Tex-Mex cuisine is as iconic to the Lone Star State as the Alamo, and both can trace their roots back to the heart of Texas, San Antonio. This little town on the edge of the Texas Hill Country played a big role in popularizing Tex-Mex cuisine and making it a distinctive fare that the entire United States enjoys. How traditional food moved across the border and evolved into Tex-Mex is where the Hill Country comes in.

What is Tex-Mex Cuisine?

Fajitas are a staple of Tex-Mex cuisine

Photo: Wikimedia Commons

Though many have gone to Mexican restaurants, almost all of these serve Tex-Mex foods. Unlike traditional Mexican dishes, which use ingredients from the New World, such as corn tortillas, Tex-Mex uses wheat flour and yellow cheese, brought by Europeans. If you eat something covered in gooey, melted cheese, you likely have a Tex-Mex food in front of you. Yes, this includes enchiladas, fajitas, nachos, hard-shell tacos, and chili.

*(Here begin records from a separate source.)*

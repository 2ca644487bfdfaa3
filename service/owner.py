"""Who this server is: a name that survives restarts, and a lock that keeps a second server off the same directory."""

from __future__ import annotations

import fcntl
import os
import secrets
from pathlib import Path

from service.run import StoreError


class DirectoryInUseError(StoreError):
    """Another server works in the data directory."""


class Owner:
    """Holds the data directory until `release`.  Raises DirectoryInUseError."""

    def __init__(self, directory: Path) -> None:
        directory.mkdir(mode=0o700, parents=True, exist_ok=True)
        self._file = os.open(directory / "owner", os.O_RDWR | os.O_CREAT | os.O_CLOEXEC, 0o600)
        try:
            fcntl.flock(self._file, fcntl.LOCK_EX | fcntl.LOCK_NB)
        except BlockingIOError:
            os.close(self._file)
            raise DirectoryInUseError(f"another server works in {directory}: give this one its own directory") from None
        self.name = os.read(self._file, 100).decode()
        if not self.name:
            self.name = secrets.token_hex(8)
            os.write(self._file, self.name.encode())

    def release(self) -> None:
        """Let another server in."""
        os.close(self._file)
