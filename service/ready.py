"""Asks a running server whether it is ready for runs; meant for health checks of containers and supervisors."""

from __future__ import annotations

from http.client import HTTPConnection, HTTPException

from service.settings import Settings

EVERY_ADDRESS = {"0.0.0.0": "127.0.0.1", "::": "::1"}
"""Addresses that mean "listen everywhere" -> where to ask on this machine."""


def is_ready(settings: Settings, seconds: float = 5.0) -> bool:
    """True where the server with these settings answers /readyz with 200 within `seconds`."""
    connection = HTTPConnection(EVERY_ADDRESS.get(settings.host, settings.host), settings.port, timeout=seconds)
    try:
        connection.request("GET", "/readyz")
        return connection.getresponse().status == 200
    except (OSError, HTTPException):
        return False
    finally:
        connection.close()
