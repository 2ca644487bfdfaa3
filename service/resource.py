"""A run as the interface shows it."""

from __future__ import annotations

from datetime import UTC, datetime
from typing import Any

from service.run import Run, State
from web import links


def resource(run: Run) -> dict[str, Any]:
    """The members of `schemas.Run`."""
    ended = run.state.ended
    addresses = {
        "self": links.api_run(run.id),
        "page": links.run(run.id),
        "problem": f"{links.api_run(run.id)}/problem",
        "events": links.events(run.id),
    }
    if has_result(run):
        addresses["result"] = links.result(run.id)
        addresses["table"] = links.table(run.id, "csv")
    if not ended:
        addresses["cancel"] = f"{links.api_run(run.id)}/cancel"
    return {
        "id": run.id,
        "state": run.state.value,
        "title": run.title,
        "problem_hash": run.document_hash,
        "created": moment(run.created),
        "finished": moment(run.updated) if ended else None,
        "seconds": run.seconds,
        "verdict": run.verdict,
        "value": run.value,
        "value_error": run.value_error,
        "value_unit": run.value_unit,
        "failure": run.reason if run.state is State.FAILED else None,
        "links": addresses,
    }


def has_result(run: Run) -> bool:
    """True where there is a result document: a finished run, or a stopped one that had something by then."""
    stopped_with_some = run.state is State.STOPPED and (run.verdict is not None or run.value is not None)
    return run.state is State.FINISHED or stopped_with_some


def moment(seconds: float) -> str:
    """Seconds since 1970 as RFC 3339 in UTC, to the millisecond."""
    return datetime.fromtimestamp(seconds, UTC).isoformat(timespec="milliseconds").replace("+00:00", "Z")
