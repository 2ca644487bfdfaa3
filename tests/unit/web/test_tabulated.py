"""Pictures of tables: the points as they were measured, and the curve through them."""

import numpy as np
import pytest

from web.figures import drawn, spec, svg
from web.figures.tabulated import MOST_LINES, tabulated

N = {"of": {"r": "mm"}, "unit": "", "points": [[-2, 1.57], [0, 1.62], [2, 1.57]]}
G = {
    "of": {"T": "K", "p": "bar"},
    "unit": "kJ/kg",
    "points": [[None, *range(1, 9)], *([t, *(t * p / 10 for p in range(1, 9))] for t in (300, 350, 400))],
}


def plot(table, name="n"):
    (made,) = tabulated({"tables": {name: table}})
    return made


def test_the_points_are_marked_and_the_curve_runs_through_them():
    curve, points = plot(N).traces
    assert (points.joined, points.marked, points.label) == (False, True, "measured")
    np.testing.assert_array_equal(points.places, [-2, 0, 2])
    np.testing.assert_allclose(np.interp(points.places, curve.places, curve.values), points.values, rtol=1e-12)
    assert spec(plot(N))["data"][1]["mode"] == "markers"
    assert svg(plot(N)).count("<circle") == 3 + 1  # and one in the legend


def test_beyond_its_range_a_table_is_drawn_where_it_has_values():
    assert plot(N).traces[0].places[[0, -1]].tolist() == [-2, 2]
    held = plot(N | {"outside": "hold"}).traces[0]
    assert held.places[0] < -2
    assert held.values[0] == pytest.approx(1.57)


def test_the_sentence_says_how_it_runs():
    runs, measured = plot(N).finding.split("; ")
    assert runs == "n starts at 1.57, is highest with 1.62 at r = 0\u00a0mm and ends at 1.57"
    assert measured == "3 points, arguments have to stay inside."


def test_a_grid_is_shown_by_some_of_its_lines():
    made = plot(G, "h")
    *lines, points = made.traces
    assert len(lines) == MOST_LINES
    assert lines[0].label == "p = 1\u00a0bar"
    assert lines[-1].label == "p = 8\u00a0bar"
    assert len(points.places) == 3 * MOST_LINES
    assert made.up == "h [kJ/kg]"
    assert len({trace.number for trace in made.traces}) == MOST_LINES + 1
    assert len(drawn(made).rows) == 3


@pytest.mark.parametrize(
    "tables",
    [
        pytest.param(None, id="none"),
        pytest.param([N], id="a list"),
        pytest.param({"n": {}}, id="an empty one"),
        pytest.param({"n": N | {"points": [[0, 1], [0, 2]]}}, id="not increasing"),
        pytest.param({"n": N | {"points": [[0, 1], [1]]}}, id="ragged"),
        pytest.param({"n": N | {"of": {}}}, id="without argument"),
        pytest.param({"n": G | {"points": G["points"][:2]}}, id="too small"),
        pytest.param({"n": N | {"between": "cubic"}}, id="a strange choice"),
        pytest.param({"n": N | {"points": "0 1"}}, id="a text"),
    ],
)
def test_what_is_no_table_is_not_drawn(tables):
    assert list(tabulated({"tables": tables})) == []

Where the Name Tex-Mex Originated

Enchiladas with a side of ubiquitous rice and beans are common Tex-Mex cuisine fare

Photo: Wikimedia Commons

Tex-Mex originally referred to a rail line, not to a food. Many railroads abbreviated their names based on the major cities at their ends. So, the Texas Mexican Railway became known as Tex Mex, though without a hyphen. By the 1920s, this term also was used in newspapers to indicate Texans with Mexican ancestry, though now the hyphen became part of the word. In a 1963 article in the New York Times, the word Tex-Mex was first used to refer to the cuisine. And, “The Cuisines of Mexico” by Diane Kennedy in 1972 solidified the distinction between Tex-Mex cuisine and genuine Mexican food.

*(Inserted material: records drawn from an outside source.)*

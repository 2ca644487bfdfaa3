"""What people read must not say more than is known."""

import re
from datetime import UTC, datetime

import pytest
from hypothesis import given
from hypothesis import strategies as st

from web import display


@pytest.mark.parametrize(
    ("value", "text"),
    [
        pytest.param(None, "—", id="nothing known"),
        pytest.param(0.0, "0", id="zero"),
        pytest.param(-1.5, "−1.5", id="a real minus sign"),
        pytest.param(0.1, "0.1", id="no needless digits"),
        pytest.param(123456.7, "123457", id="six significant digits"),
        pytest.param(99999.99999, "100000", id="rounded up to one digit more"),
        pytest.param(1e6, "1·10⁶", id="large"),
        pytest.param(2.1e-9, "2.1·10⁻⁹", id="small"),
        pytest.param(float("inf"), "∞", id="without bound"),
        pytest.param(float("nan"), "—", id="no number"),
    ],
)
def test_numbers_are_short_and_plain(value, text):
    assert display.number(value) == text


@pytest.mark.parametrize(
    ("value", "error", "text"),
    [
        pytest.param(0.58294012, 1.5e-6, "0.582940 ± 0.000002", id="as many digits as the bound supports"),
        pytest.param(0.58294012, 2e-9, "0.582940120 ± 2·10⁻⁹", id="no wall of zeros"),
        pytest.param(1500.0, 200.0, "1500 ± 200", id="bound above one"),
        pytest.param(3.2e-8, 1e-12, "(3.2000 ± 0.0001)·10⁻⁸", id="small value"),
        pytest.param(3.2e-8, 1e-3, "3.2·10⁻⁸ ± 0.001", id="bound above the value"),
        pytest.param(1.0, 0.95, "1 ± 1", id="bound rounded up"),
        pytest.param(1.0, None, "1", id="no bound known"),
    ],
)
def test_a_value_has_the_digits_that_its_error_supports(value, error, text):
    assert display.with_error(value, error) == text


@given(st.floats(1e-12, 1e12), st.floats(1e-12, 1.0))
def test_the_shown_interval_holds_the_true_one(value, relative):
    error = value * relative
    match = re.fullmatch(r"\(?(.+?) ± (.+?)(?:\)·10(.+))?", display.with_error(value, error))
    scale = 10.0 ** _power(match[3]) if match[3] else 1.0
    shown, bound = _read(match[1]) * scale, _read(match[2]) * scale
    assert bound >= error * (1 - 1e-9)
    assert abs(shown - value) <= bound + 1e-9 * value


def _read(text):
    mantissa, _, power = text.partition("·10")
    return float(mantissa.replace("−", "-")) * (10.0 ** _power(power) if power else 1.0)


def _power(raised):
    return int(raised.translate(str.maketrans("⁰¹²³⁴⁵⁶⁷⁸⁹⁻", "0123456789-")))


def test_units_are_set_as_in_print():
    assert display.unit("kg*m/s^2") == "kg·m/s²"
    assert display.quantity(2.5, "m^-1") == "2.5\N{NO-BREAK SPACE}m⁻¹"
    assert display.quantity(None, "m") == "—"


@pytest.mark.parametrize(
    ("seconds", "text"),
    [(0.0123, "12 ms"), (0.84, "0.84 s"), (12.34, "12.3 s"), (245, "4 min 5 s"), (7800, "2 h 10 min"), (None, "—")],
)
def test_durations_have_the_unit_that_fits(seconds, text):
    assert display.duration(seconds).replace("\N{NO-BREAK SPACE}", " ") == text


def test_a_moment_of_today_needs_no_date():
    now = datetime(2026, 12, 1, 15, 0, tzinfo=UTC)
    assert display.moment(datetime(2026, 12, 1, 9, 5, tzinfo=UTC), now) == "today, 09:05 UTC"
    assert display.moment(datetime(2026, 11, 3, 9, 5, tzinfo=UTC), now) == "3 Nov 2026, 09:05 UTC"


def test_stationary_is_good_only_where_it_was_sought():
    assert display.tone("stationary", "stationary") == "good"
    assert display.tone("stationary", "minimum") == "fair"
    assert display.tone("waiting") == "busy"
    assert display.tone(None) == ""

Where Tex-Mex Cuisine Originated

A Bowl of Red

Photo: Wikimedia Commons

Like many things in Texas history, San Antonio became a place to popularize aspects of Hill Country culture. Though Tex-Mex was the food of the Tejanos for decades, San Antonio was where this cuisine came to the masses. In the 1880s, rail lines brought more people into San Antonio, and the town’s chili queens kept them fed. Not only did they help to spread chili to the rest of the United States they also helped to popularize other Tejano home cooking meals, that almost 80 years later came to be known as Tex-Mex. Tejano home cooking took aspects of traditional Mexican cooking and combined it with American ingredients brought by the trains into Texas. This merging of cultures created the melting pot that is Tex-Mex. The addition of rice and beans to most Tex-Mex combination plates was the brainchild of Otis Farnsworth, who owned San Antonio’s Original Mexican Restaurant. Customers appreciated the value, and soon other Mexican restaurants copied the practice until it became ubiquitous in Tex-Mex cuisine.